The return of 26 Chinese military aircraft near Taiwan on 15 March 2026 was not a resumption of business as usual. It was the second half of a deliberate signal: Beijing can dial pressure off and back on at will, and the unprecedented two-week lull that preceded it was never an operational gap. Taiwan, the United States, and regional watchers are left to read what that calibration means ahead of a planned Trump–Xi summit.
The Pause Was a Signal, Not an Accident
Taiwan’s defence ministry reported that from 27 February to around 5 March 2026, no Chinese military planes crossed the median line between the mainland and the island—the longest such pause since Taiwan began releasing daily data. Then, on 15 March, 26 Chinese military aircraft were detected around Taiwan, with 16 entering the northern, central, and southwestern Air Defence Identification Zone, and seven naval ships operating in the area. According to reporting by the Associated Press and Reuters, the swing from silence to surge caught analysts’ attention precisely because it was so abrupt.
Politico’s coverage of the same day highlighted the scale of the re-engagement. The timing was no coincidence. China’s annual legislature meeting (the Two Sessions) had concluded; a planned visit by U.S. President Donald Trump to China, reported for 31 March to 2 April 2026, was approaching. As Reuters reported on 5 March, Taiwanese officials had already suggested that the earlier drop in flights might reflect Beijing trying to create a “false impression” of de-escalation before the Trump–Xi meeting. The sudden return of large-scale flights, then, completes the message: we chose to pause, and we chose to resume.
Washington and Taipei Read the Same Pattern
Taiwan’s Defence Minister Wellington Koo had warned during the lull that Chinese naval vessels remained active in nearby waters and that the threat had not diminished. That assessment was borne out when aircraft activity returned. The Pentagon and regional allies have long treated Chinese military activity around Taiwan as both a capability test and a political signal. The 2026 pause-and-surge pattern fits that reading: Beijing was not forced to stand down by capacity limits or internal chaos; it was managing the tempo to suit its diplomatic calendar while keeping Taipei and Washington off balance.
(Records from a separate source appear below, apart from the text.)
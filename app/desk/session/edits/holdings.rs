//! Edits of holdings. A holding takes what refers to it along; what no longer refers to anything goes.

use super::{correlation, finite};
use crate::desk::commands::HoldingChange;
use ebbmark_engine::book::{Description, Holding, Kind};
use ebbmark_engine::factors::Inputs;

/// The factor that drives a holding directly; none for cash and exposures.
pub fn factor_of(holding: &Holding) -> Option<&str> {
    match holding.kind {
        Kind::Spot | Kind::Level => Some(holding.factor.as_deref().unwrap_or(&holding.name)),
        Kind::Cash | Kind::Exposure => None,
    }
}

/// Adds a holding at the end; a name that is taken is given a number.
pub fn add(inputs: &mut Inputs, holding: &Holding) {
    let is_taken = |name: &str| inputs.holdings.iter().any(|other| other.name == name);
    let numbered =
        |number| if number == 1 { holding.name.clone() } else { format!("{} {number}", holding.name) };
    let name = (1..).map(numbered).find(|name| !is_taken(name)).unwrap_or_default();
    inputs.holdings.push(Holding { name, ..holding.clone() });
}

/// Removes a holding, its sensitivities, and its factor's correlations where nothing else names the factor.
pub fn remove(inputs: &mut Inputs, row: usize) -> Option<()> {
    inputs.holdings.get(row)?;
    let holding = inputs.holdings.remove(row);
    let left: Vec<String> = factors_named_by(inputs, &holding);
    inputs.exposures.retain(|exposure| exposure.holding != holding.name);
    correlation::forget_unnamed(inputs, &left);
    Some(())
}

/// Changes a holding; none where there is no such row or the value can't be taken.
pub fn change(inputs: &mut Inputs, row: usize, change: &HoldingChange) -> Option<()> {
    let holding = inputs.holdings.get_mut(row)?;
    match change {
        HoldingChange::Name(name) => return rename(inputs, row, name),
        HoldingChange::Kind(kind) => return set_kind(inputs, row, *kind),
        HoldingChange::Price(price) => return set_price(inputs, row, finite(*price)?),
        HoldingChange::Factor(factor) => return set_factor(inputs, row, factor.clone()),
        HoldingChange::Quantity(quantity) => {
            // The quantity of a holding known by its sensitivities is 1.
            holding.quantity = finite(*quantity).filter(|_| holding.kind != Kind::Exposure)?;
        }
        HoldingChange::Group(group) => holding.group.clone_from(group),
        HoldingChange::Currency(currency) => holding.currency.clone_from(currency),
        HoldingChange::Multiplier(multiplier) => holding.multiplier = finite(*multiplier)?,
        HoldingChange::Unit(unit) => holding.unit = *unit,
        HoldingChange::Carry(carry) => holding.carry = finite(*carry)?,
    }
    Some(())
}

/// A factor that was named like the holding keeps its name where others know it by it.
fn rename(inputs: &mut Inputs, row: usize, name: &str) -> Option<()> {
    let name = name.trim();
    let is_taken = inputs.holdings.iter().enumerate().any(|(at, other)| at != row && other.name == name);
    if name.is_empty() || is_taken {
        return None;
    }
    let old = std::mem::replace(&mut inputs.holdings[row].name, name.to_owned());
    let had_own_factor = inputs.holdings[row].factor.is_none() && factor_of(&inputs.holdings[row]).is_some();
    if had_own_factor && is_factor_named(inputs, &old) {
        inputs.holdings[row].factor = Some(old.clone());
    }
    for exposure in inputs.exposures.iter_mut().filter(|exposure| exposure.holding == old) {
        name.clone_into(&mut exposure.holding);
    }
    Some(())
}

/// What the new kind does not have is cleared, so that the row stays valid.
fn set_kind(inputs: &mut Inputs, row: usize, kind: Kind) -> Option<()> {
    let left = factors_named_by(inputs, &inputs.holdings[row]);
    let holding = &mut inputs.holdings[row];
    holding.kind = kind;
    holding.unit = None;
    if matches!(kind, Kind::Cash | Kind::Exposure) {
        holding.factor = None;
        holding.multiplier = 1.0;
        holding.description = Description::default();
    }
    match kind {
        Kind::Cash => holding.price = 1.0,
        Kind::Exposure => holding.quantity = 1.0,
        // A level of any sign may have stood there; a price is positive.
        Kind::Spot if holding.price <= 0.0 => holding.price = 1.0,
        Kind::Spot | Kind::Level => {}
    }
    let name = holding.name.clone();
    if kind != Kind::Exposure {
        inputs.exposures.retain(|exposure| exposure.holding != name);
    }
    correlation::forget_unnamed(inputs, &left);
    Some(())
}

/// A level is one for all `level` rows of its factor, and for the factor's own row where that states it.
fn set_price(inputs: &mut Inputs, row: usize, price: f64) -> Option<()> {
    match inputs.holdings[row].kind {
        Kind::Spot => inputs.holdings[row].price = Some(price).filter(|price| *price > 0.0)?,
        Kind::Exposure => inputs.holdings[row].price = price,
        Kind::Level => {
            let factor = factor_of(&inputs.holdings[row])?.to_owned();
            set_level(inputs, &factor, price);
        }
        Kind::Cash => return None,
    }
    Some(())
}

/// Sets the level of a factor wherever it is stated already: its `level` rows and its own row.
pub fn set_level(inputs: &mut Inputs, factor: &str, level: f64) {
    for holding in &mut inputs.holdings {
        if holding.kind == Kind::Level && factor_of(holding) == Some(factor) {
            holding.price = level;
        }
    }
    for row in &mut inputs.factors {
        if row.name == factor && row.level.is_some() {
            row.level = Some(level);
        }
    }
}

fn set_factor(inputs: &mut Inputs, row: usize, factor: Option<String>) -> Option<()> {
    let left = factors_named_by(inputs, &inputs.holdings[row]);
    inputs.holdings[row].factor = factor.filter(|name| !name.trim().is_empty());
    correlation::forget_unnamed(inputs, &left);
    Some(())
}

/// Factors that a holding, or its sensitivities, name.
fn factors_named_by(inputs: &Inputs, holding: &Holding) -> Vec<String> {
    let own = factor_of(holding).map(str::to_owned);
    let sensitivities = inputs.exposures.iter().filter(|exposure| exposure.holding == holding.name);
    own.into_iter().chain(sensitivities.map(|exposure| exposure.factor.clone())).collect()
}

/// Whether anything in the inputs knows a factor by a name.
pub fn is_factor_named(inputs: &Inputs, name: &str) -> bool {
    let by_correlation =
        inputs.correlation.as_ref().is_some_and(|table| table.names.iter().any(|n| n == name));
    by_correlation || is_factor_known(inputs, name)
}

/// Whether a holding, a sensitivity or a factor's own row names a factor.
pub fn is_factor_known(inputs: &Inputs, name: &str) -> bool {
    inputs.holdings.iter().any(|holding| factor_of(holding) == Some(name))
        || inputs.exposures.iter().any(|exposure| exposure.factor == name)
        || inputs.factors.iter().any(|row| row.name == name)
}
In February 2026, Taiwan detected only 190 Chinese military aircraft entering its ADIZ—the lowest monthly count since detailed reporting began in 2022, according to Reuters. The same month, Chinese military flights around Taiwan fell sharply, with the Trump–Xi meeting cited by analysts as a possible factor. When the flights came back in mid-March, the narrative that China was “easing” pressure collapsed. The narrative that Beijing was in control of escalation and messaging did not.
No One Believes the Pause Was Inadvertent
CNN reported in March 2026 that for nearly two weeks Chinese fighter jets had stopped buzzing Taiwan and that no one seemed to know why. That uncertainty itself was telling. Alternative explanations—pilot rest cycles, maintenance, the Two Sessions, or disruption from China’s military corruption purge—could not alone explain the length and consistency of the gap. Politico’s framing of the 15 March surge as a return to “large-scale” presence after an “unusual” absence reinforced the view that the lull was strategic. Taiwan’s government has repeatedly rejected Beijing’s sovereignty claims and stated that only Taiwan’s people can decide the island’s future; the resumption of flights was a reminder that the PLA can impose cost at any time without needing to justify the rhythm to outsiders.
What the Resumption Proves About Readiness
Expert analysis has consistently argued that China’s military activity around Taiwan is better understood as systematic rehearsal and readiness-building than as ad hoc retaliation for individual political events. The Strategist and RealClearDefense have both carried assessments that the People’s Liberation Army is “seriously rehearsing” around Taiwan rather than merely “signalling.” The 10-day pause did not contradict that. It showed that Beijing can turn the tap off and on without losing operational coherence—and that when it turns it back on, the scale (26 aircraft, multiple ships) is ready at short notice.
What This Actually Means
The 10-day pause was not a mistake, a technical glitch, or a sign that Beijing had lost the ability to project force. It was a calibrated move to shape the story ahead of the Trump–Xi meeting, and the surge that followed was the reminder that the pause was voluntary. For Taipei, the lesson is that China can impose a new “normal” of intermittent high-intensity presence. For Washington, the lesson is that any short-term reduction in flights is reversible the moment Beijing decides. The message was clear: we control escalation; we are not reacting to your timeline.
How Does China Use Flights Around Taiwan as a Tool?
China does not recognise Taiwan’s sovereignty and has long used military and paramilitary activity in the Strait and ADIZ as a way to pressure Taipei and signal resolve to the United States. Flights and naval patrols can be increased around key political dates (e.g. Taiwan’s elections, U.S. visits) or scaled back when Beijing wants to avoid a crisis spike—for example, ahead of a high-level U.S.–China summit. The 2026 pause and surge fit that pattern: a temporary reduction in air incursions, followed by a sharp return to large-scale operations to show that the reduction was tactical, not permanent.